---------- Records for processing

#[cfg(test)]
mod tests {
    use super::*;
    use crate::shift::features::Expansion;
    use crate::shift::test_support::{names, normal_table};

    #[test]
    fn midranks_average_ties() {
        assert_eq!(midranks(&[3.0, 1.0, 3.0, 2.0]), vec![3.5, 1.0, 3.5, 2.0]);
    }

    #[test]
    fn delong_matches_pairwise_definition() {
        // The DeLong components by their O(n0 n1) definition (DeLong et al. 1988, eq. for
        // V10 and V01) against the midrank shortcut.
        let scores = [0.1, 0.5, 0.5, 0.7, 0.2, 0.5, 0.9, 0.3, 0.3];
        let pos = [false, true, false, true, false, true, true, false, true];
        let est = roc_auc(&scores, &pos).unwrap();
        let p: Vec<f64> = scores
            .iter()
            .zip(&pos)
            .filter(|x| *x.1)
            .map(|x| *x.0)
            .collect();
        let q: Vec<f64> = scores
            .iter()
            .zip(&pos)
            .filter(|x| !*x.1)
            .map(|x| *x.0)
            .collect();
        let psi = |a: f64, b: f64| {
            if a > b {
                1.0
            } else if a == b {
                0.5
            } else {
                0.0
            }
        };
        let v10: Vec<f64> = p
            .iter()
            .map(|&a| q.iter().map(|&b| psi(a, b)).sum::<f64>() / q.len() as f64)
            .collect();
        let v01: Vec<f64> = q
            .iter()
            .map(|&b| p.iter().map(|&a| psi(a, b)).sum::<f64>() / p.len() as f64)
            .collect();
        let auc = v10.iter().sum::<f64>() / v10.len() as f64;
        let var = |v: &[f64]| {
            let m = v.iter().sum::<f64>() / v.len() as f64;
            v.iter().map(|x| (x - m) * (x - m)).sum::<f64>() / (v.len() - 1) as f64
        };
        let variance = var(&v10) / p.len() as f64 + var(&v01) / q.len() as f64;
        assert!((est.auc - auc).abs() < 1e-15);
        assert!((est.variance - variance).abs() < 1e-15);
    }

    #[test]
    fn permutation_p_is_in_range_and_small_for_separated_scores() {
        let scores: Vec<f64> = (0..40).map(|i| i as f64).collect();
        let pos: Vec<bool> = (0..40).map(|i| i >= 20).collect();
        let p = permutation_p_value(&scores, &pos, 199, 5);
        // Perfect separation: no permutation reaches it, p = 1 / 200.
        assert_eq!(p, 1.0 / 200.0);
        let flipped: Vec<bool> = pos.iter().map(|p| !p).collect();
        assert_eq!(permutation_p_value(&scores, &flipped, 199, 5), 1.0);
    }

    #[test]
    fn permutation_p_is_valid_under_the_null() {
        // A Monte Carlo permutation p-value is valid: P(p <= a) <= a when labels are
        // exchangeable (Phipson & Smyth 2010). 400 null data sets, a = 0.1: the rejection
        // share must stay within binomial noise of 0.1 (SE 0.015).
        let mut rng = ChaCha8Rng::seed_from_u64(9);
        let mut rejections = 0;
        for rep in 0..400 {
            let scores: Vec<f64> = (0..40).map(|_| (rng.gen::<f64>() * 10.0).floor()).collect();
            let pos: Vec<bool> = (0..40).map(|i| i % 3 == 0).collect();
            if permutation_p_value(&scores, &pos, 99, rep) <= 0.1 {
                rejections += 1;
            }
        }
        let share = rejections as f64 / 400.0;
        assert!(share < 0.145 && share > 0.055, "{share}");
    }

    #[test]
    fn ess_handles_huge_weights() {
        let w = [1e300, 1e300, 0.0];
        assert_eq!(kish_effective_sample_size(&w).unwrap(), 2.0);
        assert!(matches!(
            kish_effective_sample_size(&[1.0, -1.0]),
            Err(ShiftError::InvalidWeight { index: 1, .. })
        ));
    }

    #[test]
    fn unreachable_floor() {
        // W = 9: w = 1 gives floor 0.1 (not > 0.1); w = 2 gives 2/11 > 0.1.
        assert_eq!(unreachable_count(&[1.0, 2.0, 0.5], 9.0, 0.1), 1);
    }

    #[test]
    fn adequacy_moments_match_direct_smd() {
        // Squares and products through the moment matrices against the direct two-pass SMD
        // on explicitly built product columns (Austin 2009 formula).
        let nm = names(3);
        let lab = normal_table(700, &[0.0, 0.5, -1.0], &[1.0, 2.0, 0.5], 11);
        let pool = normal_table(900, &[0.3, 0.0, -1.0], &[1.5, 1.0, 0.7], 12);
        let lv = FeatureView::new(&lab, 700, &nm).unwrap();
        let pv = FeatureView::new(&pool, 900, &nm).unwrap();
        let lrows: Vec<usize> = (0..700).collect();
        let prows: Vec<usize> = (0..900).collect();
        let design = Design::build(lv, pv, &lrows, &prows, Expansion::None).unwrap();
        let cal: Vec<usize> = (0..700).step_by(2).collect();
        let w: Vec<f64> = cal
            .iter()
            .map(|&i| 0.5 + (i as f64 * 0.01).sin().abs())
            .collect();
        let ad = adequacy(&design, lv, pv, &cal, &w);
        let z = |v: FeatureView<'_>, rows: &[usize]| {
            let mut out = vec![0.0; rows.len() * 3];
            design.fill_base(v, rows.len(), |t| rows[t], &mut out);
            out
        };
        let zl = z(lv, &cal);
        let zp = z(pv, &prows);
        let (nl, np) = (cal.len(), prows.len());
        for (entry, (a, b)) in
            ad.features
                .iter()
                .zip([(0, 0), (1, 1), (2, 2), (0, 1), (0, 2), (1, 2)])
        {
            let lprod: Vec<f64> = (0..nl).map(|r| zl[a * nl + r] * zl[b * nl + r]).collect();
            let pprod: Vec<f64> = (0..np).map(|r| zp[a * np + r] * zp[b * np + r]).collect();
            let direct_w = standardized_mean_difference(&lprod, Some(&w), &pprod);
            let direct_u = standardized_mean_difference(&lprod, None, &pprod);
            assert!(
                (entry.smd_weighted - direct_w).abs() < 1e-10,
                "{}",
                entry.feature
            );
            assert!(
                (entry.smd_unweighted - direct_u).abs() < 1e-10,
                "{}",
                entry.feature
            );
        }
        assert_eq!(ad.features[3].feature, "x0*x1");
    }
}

--------------------
---------- Records for processing

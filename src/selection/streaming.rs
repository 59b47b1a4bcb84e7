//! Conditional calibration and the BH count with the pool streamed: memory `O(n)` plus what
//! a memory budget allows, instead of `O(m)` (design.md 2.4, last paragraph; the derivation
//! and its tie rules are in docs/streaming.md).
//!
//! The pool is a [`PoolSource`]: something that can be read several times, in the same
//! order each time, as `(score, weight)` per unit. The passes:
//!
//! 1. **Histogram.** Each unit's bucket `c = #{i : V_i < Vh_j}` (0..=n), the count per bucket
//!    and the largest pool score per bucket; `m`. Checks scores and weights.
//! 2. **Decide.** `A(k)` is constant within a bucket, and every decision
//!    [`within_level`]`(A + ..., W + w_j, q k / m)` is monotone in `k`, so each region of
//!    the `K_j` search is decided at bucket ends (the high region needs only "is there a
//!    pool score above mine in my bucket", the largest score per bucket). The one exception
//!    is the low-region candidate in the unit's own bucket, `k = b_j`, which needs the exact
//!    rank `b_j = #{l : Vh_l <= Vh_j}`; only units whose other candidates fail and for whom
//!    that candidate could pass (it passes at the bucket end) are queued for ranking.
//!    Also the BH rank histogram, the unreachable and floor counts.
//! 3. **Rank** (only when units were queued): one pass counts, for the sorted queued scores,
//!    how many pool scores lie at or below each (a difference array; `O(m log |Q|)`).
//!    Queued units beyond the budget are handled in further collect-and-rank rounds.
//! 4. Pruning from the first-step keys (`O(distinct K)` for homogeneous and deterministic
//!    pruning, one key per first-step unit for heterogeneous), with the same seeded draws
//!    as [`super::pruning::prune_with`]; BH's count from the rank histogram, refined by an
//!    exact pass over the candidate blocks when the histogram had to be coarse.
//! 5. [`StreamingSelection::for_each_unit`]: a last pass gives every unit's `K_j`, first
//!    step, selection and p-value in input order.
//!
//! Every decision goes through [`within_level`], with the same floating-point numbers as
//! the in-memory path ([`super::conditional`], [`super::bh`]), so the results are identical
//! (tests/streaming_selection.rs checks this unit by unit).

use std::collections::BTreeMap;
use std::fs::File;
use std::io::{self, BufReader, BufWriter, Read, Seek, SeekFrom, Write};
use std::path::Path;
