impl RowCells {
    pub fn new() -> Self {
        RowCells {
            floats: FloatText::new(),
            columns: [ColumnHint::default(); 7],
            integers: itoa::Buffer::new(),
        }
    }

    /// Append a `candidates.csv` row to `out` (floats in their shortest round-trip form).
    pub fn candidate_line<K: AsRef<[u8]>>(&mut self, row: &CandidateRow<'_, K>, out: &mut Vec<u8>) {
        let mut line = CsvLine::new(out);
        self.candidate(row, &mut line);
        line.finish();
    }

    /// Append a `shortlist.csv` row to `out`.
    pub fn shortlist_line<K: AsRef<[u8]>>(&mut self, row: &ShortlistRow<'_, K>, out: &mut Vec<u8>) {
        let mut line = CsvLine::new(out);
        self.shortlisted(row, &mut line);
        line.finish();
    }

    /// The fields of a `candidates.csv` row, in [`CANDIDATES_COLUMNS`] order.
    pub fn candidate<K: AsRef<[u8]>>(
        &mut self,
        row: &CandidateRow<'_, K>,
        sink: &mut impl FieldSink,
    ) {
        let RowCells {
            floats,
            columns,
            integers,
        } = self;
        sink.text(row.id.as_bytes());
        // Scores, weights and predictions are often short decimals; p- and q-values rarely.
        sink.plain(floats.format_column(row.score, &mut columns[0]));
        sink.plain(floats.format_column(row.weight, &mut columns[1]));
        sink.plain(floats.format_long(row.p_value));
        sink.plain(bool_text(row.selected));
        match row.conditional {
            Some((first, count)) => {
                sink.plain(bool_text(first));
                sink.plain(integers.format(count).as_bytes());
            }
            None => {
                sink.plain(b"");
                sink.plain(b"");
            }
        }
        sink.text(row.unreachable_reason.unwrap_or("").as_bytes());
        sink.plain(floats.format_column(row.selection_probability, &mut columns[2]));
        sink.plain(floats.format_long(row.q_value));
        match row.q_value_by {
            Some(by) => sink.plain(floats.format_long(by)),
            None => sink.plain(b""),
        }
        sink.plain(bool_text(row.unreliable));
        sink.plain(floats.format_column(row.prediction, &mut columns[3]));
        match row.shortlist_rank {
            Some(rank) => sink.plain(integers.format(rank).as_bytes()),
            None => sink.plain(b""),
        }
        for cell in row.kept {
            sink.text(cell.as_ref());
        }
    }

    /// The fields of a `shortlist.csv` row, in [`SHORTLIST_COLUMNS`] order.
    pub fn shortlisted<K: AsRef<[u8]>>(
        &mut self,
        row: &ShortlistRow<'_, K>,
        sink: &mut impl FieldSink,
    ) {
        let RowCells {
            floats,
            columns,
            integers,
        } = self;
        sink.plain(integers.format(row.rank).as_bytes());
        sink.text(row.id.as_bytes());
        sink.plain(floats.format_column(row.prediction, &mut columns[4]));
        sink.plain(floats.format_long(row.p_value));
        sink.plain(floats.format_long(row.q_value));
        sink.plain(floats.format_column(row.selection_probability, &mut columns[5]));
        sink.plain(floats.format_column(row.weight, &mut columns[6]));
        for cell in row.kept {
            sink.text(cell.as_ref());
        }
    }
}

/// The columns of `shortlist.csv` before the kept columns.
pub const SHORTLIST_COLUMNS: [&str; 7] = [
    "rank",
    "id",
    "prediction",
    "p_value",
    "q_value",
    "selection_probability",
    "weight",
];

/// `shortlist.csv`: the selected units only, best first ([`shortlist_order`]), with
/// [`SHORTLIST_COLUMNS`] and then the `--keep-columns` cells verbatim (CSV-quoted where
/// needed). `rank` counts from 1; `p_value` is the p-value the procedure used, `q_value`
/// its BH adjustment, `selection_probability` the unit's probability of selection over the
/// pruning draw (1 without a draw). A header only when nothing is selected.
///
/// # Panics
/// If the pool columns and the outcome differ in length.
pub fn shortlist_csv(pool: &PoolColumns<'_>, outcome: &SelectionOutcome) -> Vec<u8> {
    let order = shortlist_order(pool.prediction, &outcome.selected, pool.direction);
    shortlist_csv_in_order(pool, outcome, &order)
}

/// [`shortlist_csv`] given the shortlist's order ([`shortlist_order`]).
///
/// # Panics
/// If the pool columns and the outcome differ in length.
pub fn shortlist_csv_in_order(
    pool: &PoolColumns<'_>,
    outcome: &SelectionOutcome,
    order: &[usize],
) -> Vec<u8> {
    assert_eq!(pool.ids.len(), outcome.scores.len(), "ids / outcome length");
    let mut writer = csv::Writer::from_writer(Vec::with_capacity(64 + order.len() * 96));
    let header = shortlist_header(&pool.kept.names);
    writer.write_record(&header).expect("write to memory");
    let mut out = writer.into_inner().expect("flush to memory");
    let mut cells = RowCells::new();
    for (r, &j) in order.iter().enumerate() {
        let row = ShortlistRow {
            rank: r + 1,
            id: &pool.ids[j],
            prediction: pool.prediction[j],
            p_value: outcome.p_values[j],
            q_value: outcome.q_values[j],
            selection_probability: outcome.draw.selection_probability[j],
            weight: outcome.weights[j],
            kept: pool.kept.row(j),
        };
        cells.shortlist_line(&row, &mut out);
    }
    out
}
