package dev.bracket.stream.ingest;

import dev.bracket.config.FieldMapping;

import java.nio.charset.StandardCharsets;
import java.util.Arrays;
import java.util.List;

--------------------
---------- Records for processing

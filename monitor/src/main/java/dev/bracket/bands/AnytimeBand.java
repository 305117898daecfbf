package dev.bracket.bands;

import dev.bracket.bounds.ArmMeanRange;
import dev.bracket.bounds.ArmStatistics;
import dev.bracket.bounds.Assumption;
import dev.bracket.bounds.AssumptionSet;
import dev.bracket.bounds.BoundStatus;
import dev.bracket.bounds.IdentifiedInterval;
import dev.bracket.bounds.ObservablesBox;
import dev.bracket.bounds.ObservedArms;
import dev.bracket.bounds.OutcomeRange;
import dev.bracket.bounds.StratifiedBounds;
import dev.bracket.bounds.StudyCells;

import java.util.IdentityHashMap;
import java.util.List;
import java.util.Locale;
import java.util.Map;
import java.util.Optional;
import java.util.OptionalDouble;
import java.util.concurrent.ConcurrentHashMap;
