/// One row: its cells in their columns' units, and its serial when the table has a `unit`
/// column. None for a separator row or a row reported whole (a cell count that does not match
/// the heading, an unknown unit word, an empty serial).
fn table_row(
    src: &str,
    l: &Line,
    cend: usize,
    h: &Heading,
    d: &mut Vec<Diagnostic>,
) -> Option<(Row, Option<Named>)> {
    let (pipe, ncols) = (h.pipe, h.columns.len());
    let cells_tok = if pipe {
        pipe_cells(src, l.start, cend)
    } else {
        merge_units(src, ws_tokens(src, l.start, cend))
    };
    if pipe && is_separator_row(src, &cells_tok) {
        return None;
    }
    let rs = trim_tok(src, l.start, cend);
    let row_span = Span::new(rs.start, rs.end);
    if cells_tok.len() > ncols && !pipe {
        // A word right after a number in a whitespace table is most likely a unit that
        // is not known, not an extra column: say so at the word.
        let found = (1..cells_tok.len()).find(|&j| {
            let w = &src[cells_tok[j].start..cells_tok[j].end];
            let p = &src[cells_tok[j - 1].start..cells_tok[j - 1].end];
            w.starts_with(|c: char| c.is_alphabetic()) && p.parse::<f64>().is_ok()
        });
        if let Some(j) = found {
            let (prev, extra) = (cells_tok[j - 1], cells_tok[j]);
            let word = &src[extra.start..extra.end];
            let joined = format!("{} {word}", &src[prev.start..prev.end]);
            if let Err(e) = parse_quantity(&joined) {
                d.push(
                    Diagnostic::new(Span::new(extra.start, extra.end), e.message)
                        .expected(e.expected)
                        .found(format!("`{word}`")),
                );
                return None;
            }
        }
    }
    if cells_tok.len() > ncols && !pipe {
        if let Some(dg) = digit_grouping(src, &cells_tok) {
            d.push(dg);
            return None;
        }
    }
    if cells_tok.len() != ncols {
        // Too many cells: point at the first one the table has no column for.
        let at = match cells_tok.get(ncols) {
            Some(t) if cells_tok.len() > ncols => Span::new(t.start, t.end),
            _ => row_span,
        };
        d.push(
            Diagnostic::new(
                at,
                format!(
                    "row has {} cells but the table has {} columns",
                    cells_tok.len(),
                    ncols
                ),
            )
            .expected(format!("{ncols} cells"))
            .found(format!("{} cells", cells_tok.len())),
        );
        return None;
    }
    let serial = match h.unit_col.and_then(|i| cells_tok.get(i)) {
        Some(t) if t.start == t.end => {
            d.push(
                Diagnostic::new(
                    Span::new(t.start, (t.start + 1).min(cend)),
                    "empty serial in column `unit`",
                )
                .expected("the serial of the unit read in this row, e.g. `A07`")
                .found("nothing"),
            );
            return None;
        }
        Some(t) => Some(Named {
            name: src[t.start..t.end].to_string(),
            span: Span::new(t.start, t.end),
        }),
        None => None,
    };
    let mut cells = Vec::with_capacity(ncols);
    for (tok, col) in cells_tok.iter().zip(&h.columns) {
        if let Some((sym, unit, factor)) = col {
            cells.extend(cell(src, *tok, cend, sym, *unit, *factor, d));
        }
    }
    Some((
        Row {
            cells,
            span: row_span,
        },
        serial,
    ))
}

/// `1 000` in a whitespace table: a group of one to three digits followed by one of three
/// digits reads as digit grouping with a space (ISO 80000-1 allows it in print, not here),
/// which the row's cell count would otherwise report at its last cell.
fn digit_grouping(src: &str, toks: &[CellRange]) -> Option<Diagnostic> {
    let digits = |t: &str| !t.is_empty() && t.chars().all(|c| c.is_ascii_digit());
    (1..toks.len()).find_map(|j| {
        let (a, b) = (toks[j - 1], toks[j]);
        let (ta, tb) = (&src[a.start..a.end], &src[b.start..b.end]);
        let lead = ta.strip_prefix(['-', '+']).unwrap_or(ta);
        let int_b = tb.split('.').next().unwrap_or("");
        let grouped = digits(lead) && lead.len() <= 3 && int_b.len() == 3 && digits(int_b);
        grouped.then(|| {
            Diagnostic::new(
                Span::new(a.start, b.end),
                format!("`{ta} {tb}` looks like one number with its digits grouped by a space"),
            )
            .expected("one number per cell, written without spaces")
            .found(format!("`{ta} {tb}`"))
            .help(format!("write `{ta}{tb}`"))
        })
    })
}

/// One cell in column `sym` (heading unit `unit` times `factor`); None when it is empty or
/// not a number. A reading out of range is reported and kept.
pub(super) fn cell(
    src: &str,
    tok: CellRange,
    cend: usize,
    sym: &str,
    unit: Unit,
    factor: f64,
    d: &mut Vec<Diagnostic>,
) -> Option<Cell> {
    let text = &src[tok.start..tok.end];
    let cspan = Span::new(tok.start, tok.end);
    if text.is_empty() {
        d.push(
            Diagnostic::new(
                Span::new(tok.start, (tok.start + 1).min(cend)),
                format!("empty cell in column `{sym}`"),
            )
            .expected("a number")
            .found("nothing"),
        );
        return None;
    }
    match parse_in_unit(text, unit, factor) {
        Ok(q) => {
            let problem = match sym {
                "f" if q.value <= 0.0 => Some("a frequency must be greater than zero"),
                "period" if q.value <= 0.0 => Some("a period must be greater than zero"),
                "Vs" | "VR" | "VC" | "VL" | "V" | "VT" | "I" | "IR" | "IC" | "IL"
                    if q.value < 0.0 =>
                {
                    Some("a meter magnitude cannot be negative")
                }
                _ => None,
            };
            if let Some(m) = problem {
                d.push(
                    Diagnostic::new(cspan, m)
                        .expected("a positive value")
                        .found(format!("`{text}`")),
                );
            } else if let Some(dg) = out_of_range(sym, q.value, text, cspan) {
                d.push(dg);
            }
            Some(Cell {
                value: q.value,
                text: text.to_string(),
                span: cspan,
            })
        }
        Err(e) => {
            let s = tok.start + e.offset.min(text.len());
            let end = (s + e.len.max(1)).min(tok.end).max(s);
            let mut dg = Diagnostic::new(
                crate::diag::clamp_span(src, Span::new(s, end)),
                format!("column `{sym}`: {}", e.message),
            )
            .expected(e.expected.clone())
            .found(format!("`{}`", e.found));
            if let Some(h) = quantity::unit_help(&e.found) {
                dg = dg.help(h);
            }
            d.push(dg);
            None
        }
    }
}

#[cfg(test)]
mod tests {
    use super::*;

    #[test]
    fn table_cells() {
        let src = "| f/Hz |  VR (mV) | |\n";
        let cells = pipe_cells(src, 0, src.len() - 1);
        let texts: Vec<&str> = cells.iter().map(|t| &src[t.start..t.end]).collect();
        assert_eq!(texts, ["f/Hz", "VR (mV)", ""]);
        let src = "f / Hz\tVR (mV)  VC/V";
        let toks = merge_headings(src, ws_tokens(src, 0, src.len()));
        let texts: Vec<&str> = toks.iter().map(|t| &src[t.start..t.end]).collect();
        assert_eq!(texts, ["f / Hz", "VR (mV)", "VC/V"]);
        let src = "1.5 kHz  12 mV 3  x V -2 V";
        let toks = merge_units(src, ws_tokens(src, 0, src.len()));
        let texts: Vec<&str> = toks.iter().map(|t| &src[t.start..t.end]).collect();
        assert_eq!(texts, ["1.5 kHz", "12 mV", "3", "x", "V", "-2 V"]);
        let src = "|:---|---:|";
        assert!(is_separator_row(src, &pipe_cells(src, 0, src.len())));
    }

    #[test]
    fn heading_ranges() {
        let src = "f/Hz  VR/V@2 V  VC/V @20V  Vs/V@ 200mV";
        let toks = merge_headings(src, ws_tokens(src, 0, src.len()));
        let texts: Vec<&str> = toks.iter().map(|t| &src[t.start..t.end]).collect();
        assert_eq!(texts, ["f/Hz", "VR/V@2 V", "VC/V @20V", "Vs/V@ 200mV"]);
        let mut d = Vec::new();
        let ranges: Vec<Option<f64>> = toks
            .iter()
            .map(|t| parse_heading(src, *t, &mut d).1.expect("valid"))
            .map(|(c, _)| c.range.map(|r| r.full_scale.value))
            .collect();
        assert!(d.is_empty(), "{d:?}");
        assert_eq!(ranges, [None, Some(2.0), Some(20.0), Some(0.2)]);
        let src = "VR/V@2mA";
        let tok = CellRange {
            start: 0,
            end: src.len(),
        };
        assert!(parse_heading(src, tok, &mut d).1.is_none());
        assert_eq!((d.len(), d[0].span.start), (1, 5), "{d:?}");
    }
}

--------------------

Wherever the string "CandidateRow" appears in the records above, copy the line it sits in.

> **Exercise result**
    pub fn candidate_line<K: AsRef<[u8]>>(&mut self, row: &CandidateRow<'_, K>, out: &mut Vec<u8>) {
        row: &CandidateRow<'_, K>,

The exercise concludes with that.